By so doing he chose to bear the cross, and his choice gave the bearing of it a meaning it would not otherwise have. Among thousands of Roman executions, this one is meaningful—not in the way a quantum of suffering might be meaningful, weighed in the scales of retributive justice, but meaningful as a communication, a word, an expression of willingness consistent with what Jesus had until then been expressing in deed and speech.
Has all this got anything to do with atonement? No. Not in the sense that because Christ accepted his suffering we do not have to suffer. It is the other way around. He accepted it because we do have to. His was a cross that had always been ours, the one way open to us, in a skewed world, for putting a stop to the consequences of our own malice without adding to them. Accepting that way, the way of the cross, was an act of solidarity with us and an offer of solidarity with him—an appeal for us to follow him by willingly taking up whatever crosses the world imposes, by making them occasions for joy, by forgiving.
Hefling anticipates that this could be seen as a “merely” exemplarist theory–that Jesus’ passion provides nothing more than an example for us to imitate. But this objection overlook the fact that taking up our crosses is not something that comes naturally to us. We depend on grace to be conformed to the pattern established by Christ. This is why we need to recover the teaching that God effects reconciliation not just through the Son, but through both the Son and the Spirit (the two “hands of God” as Irenaeus put it).
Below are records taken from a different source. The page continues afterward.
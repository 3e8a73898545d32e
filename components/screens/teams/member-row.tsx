import { useState } from 'react';
import { StyleSheet, View } from 'react-native';

import { useRemoveMemberMutation, useUpdateMemberRoleMutation } from '@/components/data/teams';
import { Badge } from '@/components/ui/badge';
import { Button } from '@/components/ui/button';
import { Choice } from '@/components/ui/field';
import { formatDate } from '@/components/ui/format';
import { useMessage } from '@/components/ui/message';
import { Text } from '@/components/ui/text';
import { useTheme } from '@/components/ui/theme';
import { space } from '@/components/ui/tokens';
import { roleLabels, teamRoles, type TeamRole } from '@/server/contracts/roles';
import type { TeamMember } from '@/server/contracts/team';

const roleOptions = teamRoles.map((r) => ({ value: r, label: roleLabels[r] }));

export function MemberRow({
  teamId,
  member,
  isMe,
  canManage,
  first,
}: {
  teamId: string;
  member: TeamMember;
  isMe: boolean;
  canManage: boolean;
  first: boolean;
}) {
  const t = useTheme();
  const [editing, setEditing] = useState(false);
  const [confirmRemove, setConfirmRemove] = useState(false);
  const updateRole = useUpdateMemberRoleMutation(teamId);
  const remove = useRemoveMemberMutation(teamId);
  const message = useMessage();
  const manageable = canManage && !isMe;

  const changeRole = (role: TeamRole) => {
    if (role === member.role) return;
    updateRole.mutate(
      { memberId: member.memberId, role },
      {
        onSuccess: () => message.show(`${member.name} is now ${roleLabels[role]}.`),
        onError: message.showError,
      },
    );
  };

  return (
    <View
      style={[styles.row, !first && { borderTopWidth: 1, borderTopColor: t.hairline }]}
      testID={`member-${member.email}`}
    >
      <View style={styles.main}>
        <View style={styles.who}>
          <Text weight="semibold" numberOfLines={1}>
            {member.name}
            {isMe ? <Text tone="muted"> (you)</Text> : null}
          </Text>
          <Text size="small" tone="soft" numberOfLines={1}>
            {member.email} · joined {formatDate(member.joinedAt)}
          </Text>
        </View>
        <Badge
          label={roleLabels[member.role]}
          tone={member.role === 'owner' ? 'cold' : 'neutral'}
          testID={`member-role-${member.email}`}
        />
        {manageable ? (
          <Button
            label={editing ? 'Done' : 'Manage'}
            accessibilityLabel={editing ? `Close managing ${member.name}` : `Manage ${member.name}`}
            variant="quiet"
            small
            onPress={() => {
              setEditing(!editing);
              setConfirmRemove(false);
            }}
            testID={`member-manage-${member.email}`}
          />
        ) : null}
      </View>
      {manageable && editing ? (
        <View style={styles.editor}>
          <Choice
            label={`Role of ${member.name}`}
            options={roleOptions}
            value={member.role}
            onChange={changeRole}
            testID={`member-role-choice-${member.email}`}
          />
          {confirmRemove ? (
            <View style={styles.confirm}>
              <Text size="small" tone="danger" style={{ flex: 1 }}>
                Remove {member.name} from the Team? They lose access at once.
              </Text>
              <Button
                label="Keep"
                variant="secondary"
                small
                onPress={() => setConfirmRemove(false)}
                testID={`member-remove-cancel-${member.email}`}
              />
              <Button
                label="Remove"
                accessibilityLabel={`Remove ${member.name}`}
                variant="danger"
                small
                busy={remove.isPending}
                onPress={() =>
                  remove.mutate(
                    { memberId: member.memberId },
                    {
                      onSuccess: () => message.show(`${member.name} was removed from the Team.`),
                      onError: message.showError,
                    },
                  )
                }
                testID={`member-remove-confirm-${member.email}`}
              />
            </View>
          ) : (
            <View style={styles.confirm}>
              <Button
                label="Remove from team"
                accessibilityLabel={`Remove ${member.name} from the team`}
                variant="danger"
                small
                onPress={() => setConfirmRemove(true)}
                testID={`member-remove-${member.email}`}
              />
            </View>
          )}
        </View>
      ) : null}
    </View>
  );
}

const styles = StyleSheet.create({
  row: { padding: space[2], gap: space[2] },
  main: { flexDirection: 'row', alignItems: 'center', gap: space[1] + space.half },
  who: { flex: 1, minWidth: 0 },
  editor: { gap: space[2] },
  confirm: { flexDirection: 'row', alignItems: 'center', gap: space[1], justifyContent: 'flex-end', flexWrap: 'wrap' },
});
One of the peculiarities of Western Christianity has been a tendency to speak of God’s initiative in reconciling his human creatures as though it were entirely a matter of sending his Son into the world. But God’s Spirit too has been sent—and continues to be. On the well-founded assumption that this second divine initiative complements the incarnation, there is reason to suppose that part of the indwelling Spirit’s job description is to be the “drawing” that attracts self-sufficient persons to the self-emptying person of Christ. In other words, the motivation for choosing this exemplar is itself a gift, “the love of God poured into our hearts by the Holy Spirit given to us” (Rom. 5:5). It would follow that reconciliation—atonement, if you like—can be understood as the action of a tri-personal God, rather than a transaction between the Father and the Son.
The reconciliation effected by the tri-personal God exhibits a form of justice that is more restorative than retributive. God brings good from the evil of the cross not in the sense of exacting punishment but in breaking the cycle of tit-for-tat violence to make reconciliation possible.
Presumably God has always been able to purge the world of its evils with an apocalyptic blast of power. Instead he has chosen to conform to the same justice he requires of his human creatures, to submit to the conditions of at-one-ment with them, to become all they are and are to be. And that is good news.
Hefling’s account has some obvious affinities with J. Denny Weaver’s non-violent Christus Victor motif as well as the more nuanced “exemplarist” theories I discussed here. A common thread is the rejection of a retributive understanding of justice on either biblical or more general moral-philosophical grounds. Although one can certainly cite biblical texts on both sides of this issue, I think Weaver, Hefling, and others have a strong case that a non-retributive understanding of atonement is more consistent with the teachings and practice of Jesus himself.